Task objective — Only some lines are wanted. Transcribe, exactly, the lines below from the line with "expected each of" up to and including the line with "or different dimensions".

Excerpted data —
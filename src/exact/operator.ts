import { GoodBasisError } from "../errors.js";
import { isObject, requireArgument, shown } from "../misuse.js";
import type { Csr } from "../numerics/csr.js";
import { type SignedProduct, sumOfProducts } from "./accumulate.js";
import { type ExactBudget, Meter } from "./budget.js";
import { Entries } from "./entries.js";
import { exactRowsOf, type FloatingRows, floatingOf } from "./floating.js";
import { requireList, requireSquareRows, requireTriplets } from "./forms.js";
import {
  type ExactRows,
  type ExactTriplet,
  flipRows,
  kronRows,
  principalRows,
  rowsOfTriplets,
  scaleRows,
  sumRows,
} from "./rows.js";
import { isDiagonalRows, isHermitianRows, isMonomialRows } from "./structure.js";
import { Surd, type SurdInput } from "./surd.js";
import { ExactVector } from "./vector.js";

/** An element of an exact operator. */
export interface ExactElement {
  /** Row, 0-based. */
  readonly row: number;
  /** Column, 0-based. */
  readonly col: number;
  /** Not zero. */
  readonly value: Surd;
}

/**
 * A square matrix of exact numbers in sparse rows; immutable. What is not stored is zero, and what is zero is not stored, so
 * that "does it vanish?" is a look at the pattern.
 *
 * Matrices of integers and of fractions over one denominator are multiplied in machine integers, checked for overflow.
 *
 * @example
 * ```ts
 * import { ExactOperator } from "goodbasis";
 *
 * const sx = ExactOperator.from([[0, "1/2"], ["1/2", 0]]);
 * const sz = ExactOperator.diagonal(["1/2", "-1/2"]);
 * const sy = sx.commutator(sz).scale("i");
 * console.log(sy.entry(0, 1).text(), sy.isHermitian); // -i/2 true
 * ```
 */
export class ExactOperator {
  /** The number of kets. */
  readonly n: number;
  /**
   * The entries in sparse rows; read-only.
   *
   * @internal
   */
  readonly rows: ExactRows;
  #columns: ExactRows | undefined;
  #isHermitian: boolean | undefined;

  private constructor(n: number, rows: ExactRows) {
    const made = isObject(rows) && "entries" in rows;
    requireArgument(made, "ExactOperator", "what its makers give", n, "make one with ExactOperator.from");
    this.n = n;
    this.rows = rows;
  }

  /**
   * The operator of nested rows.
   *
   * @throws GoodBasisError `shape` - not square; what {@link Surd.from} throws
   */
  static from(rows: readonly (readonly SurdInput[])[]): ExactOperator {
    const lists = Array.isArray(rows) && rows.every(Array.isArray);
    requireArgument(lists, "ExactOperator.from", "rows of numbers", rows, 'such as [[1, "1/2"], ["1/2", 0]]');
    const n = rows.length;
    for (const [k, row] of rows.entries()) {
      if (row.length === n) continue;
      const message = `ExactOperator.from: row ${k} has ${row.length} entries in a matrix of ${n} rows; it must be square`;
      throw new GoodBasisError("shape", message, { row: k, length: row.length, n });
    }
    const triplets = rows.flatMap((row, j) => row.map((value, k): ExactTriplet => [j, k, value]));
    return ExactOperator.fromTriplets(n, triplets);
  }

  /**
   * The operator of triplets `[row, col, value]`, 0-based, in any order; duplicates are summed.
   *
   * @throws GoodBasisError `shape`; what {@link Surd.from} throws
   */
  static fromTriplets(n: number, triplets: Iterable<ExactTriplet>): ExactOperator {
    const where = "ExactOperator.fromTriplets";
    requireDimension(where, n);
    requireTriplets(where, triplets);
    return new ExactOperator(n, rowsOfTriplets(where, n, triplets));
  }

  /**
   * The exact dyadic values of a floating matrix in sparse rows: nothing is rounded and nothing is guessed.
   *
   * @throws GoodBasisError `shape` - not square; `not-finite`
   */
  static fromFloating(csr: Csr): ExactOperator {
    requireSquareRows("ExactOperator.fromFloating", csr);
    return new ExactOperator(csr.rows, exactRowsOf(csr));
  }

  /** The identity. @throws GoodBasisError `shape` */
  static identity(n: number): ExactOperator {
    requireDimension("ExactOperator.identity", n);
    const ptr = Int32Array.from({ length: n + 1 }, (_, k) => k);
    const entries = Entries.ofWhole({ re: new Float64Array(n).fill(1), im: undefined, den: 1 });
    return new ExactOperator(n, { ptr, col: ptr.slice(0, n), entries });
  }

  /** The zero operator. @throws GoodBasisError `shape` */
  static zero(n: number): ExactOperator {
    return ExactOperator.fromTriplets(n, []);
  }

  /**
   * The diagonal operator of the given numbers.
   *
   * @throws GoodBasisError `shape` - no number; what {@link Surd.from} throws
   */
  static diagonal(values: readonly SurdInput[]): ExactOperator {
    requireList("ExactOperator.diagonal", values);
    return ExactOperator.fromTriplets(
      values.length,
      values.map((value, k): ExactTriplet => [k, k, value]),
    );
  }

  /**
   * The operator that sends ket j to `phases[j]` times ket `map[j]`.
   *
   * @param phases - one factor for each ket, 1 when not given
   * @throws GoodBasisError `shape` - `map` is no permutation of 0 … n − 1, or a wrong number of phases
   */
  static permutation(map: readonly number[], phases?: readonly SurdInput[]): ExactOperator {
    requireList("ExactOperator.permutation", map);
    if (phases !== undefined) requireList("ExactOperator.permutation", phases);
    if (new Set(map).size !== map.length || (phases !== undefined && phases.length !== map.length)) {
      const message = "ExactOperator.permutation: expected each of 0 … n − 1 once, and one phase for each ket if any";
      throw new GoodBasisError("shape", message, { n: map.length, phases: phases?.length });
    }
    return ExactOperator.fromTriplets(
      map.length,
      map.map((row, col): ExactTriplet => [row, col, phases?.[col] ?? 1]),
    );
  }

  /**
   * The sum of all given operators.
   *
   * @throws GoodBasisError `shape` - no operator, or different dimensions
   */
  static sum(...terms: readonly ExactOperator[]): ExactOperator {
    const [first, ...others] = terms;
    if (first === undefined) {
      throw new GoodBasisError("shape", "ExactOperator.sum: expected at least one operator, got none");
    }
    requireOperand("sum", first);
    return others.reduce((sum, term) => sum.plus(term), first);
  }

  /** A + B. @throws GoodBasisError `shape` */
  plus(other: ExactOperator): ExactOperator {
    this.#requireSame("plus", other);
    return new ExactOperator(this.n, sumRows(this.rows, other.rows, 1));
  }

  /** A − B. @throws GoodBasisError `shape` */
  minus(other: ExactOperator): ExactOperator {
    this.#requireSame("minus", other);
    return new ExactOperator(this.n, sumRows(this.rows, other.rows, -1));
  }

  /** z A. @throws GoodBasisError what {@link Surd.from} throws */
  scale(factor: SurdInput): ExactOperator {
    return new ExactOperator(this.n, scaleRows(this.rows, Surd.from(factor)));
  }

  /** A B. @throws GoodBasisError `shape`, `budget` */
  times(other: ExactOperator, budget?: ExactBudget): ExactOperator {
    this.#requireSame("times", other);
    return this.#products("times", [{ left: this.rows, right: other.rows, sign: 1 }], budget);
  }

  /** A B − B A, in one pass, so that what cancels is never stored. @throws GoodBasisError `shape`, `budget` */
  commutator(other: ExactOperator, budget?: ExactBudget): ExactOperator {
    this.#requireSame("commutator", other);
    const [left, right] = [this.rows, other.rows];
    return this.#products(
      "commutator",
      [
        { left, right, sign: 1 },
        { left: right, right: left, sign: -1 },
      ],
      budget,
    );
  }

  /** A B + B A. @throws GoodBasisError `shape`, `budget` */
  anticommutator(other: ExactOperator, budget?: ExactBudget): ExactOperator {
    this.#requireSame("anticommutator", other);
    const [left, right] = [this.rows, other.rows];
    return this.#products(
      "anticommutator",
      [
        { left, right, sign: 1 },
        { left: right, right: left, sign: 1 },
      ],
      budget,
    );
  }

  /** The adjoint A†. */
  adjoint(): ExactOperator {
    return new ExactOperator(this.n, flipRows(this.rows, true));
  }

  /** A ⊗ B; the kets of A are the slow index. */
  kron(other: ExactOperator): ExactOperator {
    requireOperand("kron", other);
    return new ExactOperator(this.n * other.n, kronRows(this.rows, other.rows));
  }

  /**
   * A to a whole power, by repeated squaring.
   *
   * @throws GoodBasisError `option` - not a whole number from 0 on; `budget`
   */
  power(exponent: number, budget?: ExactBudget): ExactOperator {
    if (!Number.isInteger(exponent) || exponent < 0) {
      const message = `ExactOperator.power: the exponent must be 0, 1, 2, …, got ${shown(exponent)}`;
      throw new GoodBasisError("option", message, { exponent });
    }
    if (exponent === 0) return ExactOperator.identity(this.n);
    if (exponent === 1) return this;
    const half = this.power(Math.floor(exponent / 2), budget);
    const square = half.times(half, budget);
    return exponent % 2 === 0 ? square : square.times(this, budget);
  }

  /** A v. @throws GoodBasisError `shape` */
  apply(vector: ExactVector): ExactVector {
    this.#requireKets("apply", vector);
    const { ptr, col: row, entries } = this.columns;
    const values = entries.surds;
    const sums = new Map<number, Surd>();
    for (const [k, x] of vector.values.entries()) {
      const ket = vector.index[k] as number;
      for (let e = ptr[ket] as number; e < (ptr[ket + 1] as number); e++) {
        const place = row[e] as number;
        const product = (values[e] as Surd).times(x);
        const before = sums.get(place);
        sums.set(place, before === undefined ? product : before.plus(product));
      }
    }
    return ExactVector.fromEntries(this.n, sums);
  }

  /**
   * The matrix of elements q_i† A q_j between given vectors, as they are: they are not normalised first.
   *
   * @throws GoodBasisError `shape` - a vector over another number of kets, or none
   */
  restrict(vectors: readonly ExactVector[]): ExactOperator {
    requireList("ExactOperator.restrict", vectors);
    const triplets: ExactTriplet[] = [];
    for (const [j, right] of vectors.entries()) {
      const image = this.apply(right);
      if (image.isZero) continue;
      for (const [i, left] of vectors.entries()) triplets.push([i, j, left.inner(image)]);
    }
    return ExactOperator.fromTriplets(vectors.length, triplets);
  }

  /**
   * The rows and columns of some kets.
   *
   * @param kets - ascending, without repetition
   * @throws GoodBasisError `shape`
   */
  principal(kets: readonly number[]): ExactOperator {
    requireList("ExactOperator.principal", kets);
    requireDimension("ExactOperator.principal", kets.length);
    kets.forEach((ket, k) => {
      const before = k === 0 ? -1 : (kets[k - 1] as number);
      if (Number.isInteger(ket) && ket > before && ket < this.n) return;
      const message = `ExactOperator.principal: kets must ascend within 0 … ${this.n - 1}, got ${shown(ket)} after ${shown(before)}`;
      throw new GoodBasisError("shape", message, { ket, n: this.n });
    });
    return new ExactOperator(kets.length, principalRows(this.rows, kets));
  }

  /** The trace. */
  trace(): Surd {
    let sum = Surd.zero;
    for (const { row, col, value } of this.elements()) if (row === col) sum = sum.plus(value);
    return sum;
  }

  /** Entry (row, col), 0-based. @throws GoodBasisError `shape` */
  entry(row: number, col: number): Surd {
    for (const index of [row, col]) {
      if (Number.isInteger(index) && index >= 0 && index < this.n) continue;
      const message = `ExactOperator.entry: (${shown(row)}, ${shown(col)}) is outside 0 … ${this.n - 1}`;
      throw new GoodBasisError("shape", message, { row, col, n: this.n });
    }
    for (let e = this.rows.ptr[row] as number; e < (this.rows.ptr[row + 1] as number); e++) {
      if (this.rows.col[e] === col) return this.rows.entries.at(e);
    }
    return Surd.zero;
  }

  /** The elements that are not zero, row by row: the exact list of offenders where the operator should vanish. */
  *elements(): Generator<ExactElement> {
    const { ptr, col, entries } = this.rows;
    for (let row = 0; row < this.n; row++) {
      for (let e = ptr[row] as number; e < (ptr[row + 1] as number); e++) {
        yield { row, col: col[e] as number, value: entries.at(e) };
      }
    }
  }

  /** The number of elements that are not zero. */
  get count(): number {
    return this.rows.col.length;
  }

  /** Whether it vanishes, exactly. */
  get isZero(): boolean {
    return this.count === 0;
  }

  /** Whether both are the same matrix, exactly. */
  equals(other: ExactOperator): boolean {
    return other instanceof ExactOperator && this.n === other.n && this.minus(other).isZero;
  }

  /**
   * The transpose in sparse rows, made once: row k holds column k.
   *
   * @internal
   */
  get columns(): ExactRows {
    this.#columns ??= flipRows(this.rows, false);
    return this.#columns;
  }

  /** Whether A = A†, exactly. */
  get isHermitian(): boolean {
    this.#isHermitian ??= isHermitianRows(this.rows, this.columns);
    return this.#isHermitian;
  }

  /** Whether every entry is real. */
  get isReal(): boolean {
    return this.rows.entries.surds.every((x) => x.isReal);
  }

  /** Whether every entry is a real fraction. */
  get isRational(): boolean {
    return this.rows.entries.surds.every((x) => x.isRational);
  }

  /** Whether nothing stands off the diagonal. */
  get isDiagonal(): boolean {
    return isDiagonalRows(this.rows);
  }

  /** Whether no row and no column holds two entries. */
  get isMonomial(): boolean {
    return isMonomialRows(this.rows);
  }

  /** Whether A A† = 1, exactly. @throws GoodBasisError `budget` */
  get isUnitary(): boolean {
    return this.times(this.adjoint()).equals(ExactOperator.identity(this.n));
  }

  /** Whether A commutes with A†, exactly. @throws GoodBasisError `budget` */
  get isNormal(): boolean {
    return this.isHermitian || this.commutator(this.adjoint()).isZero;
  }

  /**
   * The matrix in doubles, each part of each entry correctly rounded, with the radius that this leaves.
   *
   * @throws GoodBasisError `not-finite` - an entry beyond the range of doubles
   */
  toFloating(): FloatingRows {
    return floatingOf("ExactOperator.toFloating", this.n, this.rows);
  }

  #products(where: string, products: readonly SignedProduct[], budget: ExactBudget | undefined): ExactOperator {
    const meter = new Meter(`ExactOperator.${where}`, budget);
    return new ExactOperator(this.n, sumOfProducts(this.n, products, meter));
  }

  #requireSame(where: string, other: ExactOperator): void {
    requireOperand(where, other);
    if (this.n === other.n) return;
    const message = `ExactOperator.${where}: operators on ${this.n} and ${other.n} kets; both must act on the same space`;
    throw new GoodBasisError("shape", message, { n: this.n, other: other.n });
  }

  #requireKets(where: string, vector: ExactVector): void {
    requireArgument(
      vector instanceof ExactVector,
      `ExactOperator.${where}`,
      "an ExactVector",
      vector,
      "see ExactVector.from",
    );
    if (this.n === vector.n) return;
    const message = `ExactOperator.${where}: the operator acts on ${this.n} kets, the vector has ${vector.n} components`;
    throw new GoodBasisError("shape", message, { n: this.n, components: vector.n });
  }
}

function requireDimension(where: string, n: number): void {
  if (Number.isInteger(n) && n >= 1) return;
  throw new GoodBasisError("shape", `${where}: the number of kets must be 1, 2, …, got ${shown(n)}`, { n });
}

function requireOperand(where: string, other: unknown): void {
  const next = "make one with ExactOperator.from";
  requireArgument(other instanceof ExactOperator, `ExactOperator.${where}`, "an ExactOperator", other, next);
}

Written solution —
      const message = "ExactOperator.permutation: expected each of 0 … n − 1 once, and one phase for each ket if any";
      throw new GoodBasisError("shape", message, { n: map.length, phases: phases?.length });
    }
    return ExactOperator.fromTriplets(
      map.length,
      map.map((row, col): ExactTriplet => [row, col, phases?.[col] ?? 1]),
    );
  }

  /**
   * The sum of all given operators.
   *
   * @throws GoodBasisError `shape` - no operator, or different dimensions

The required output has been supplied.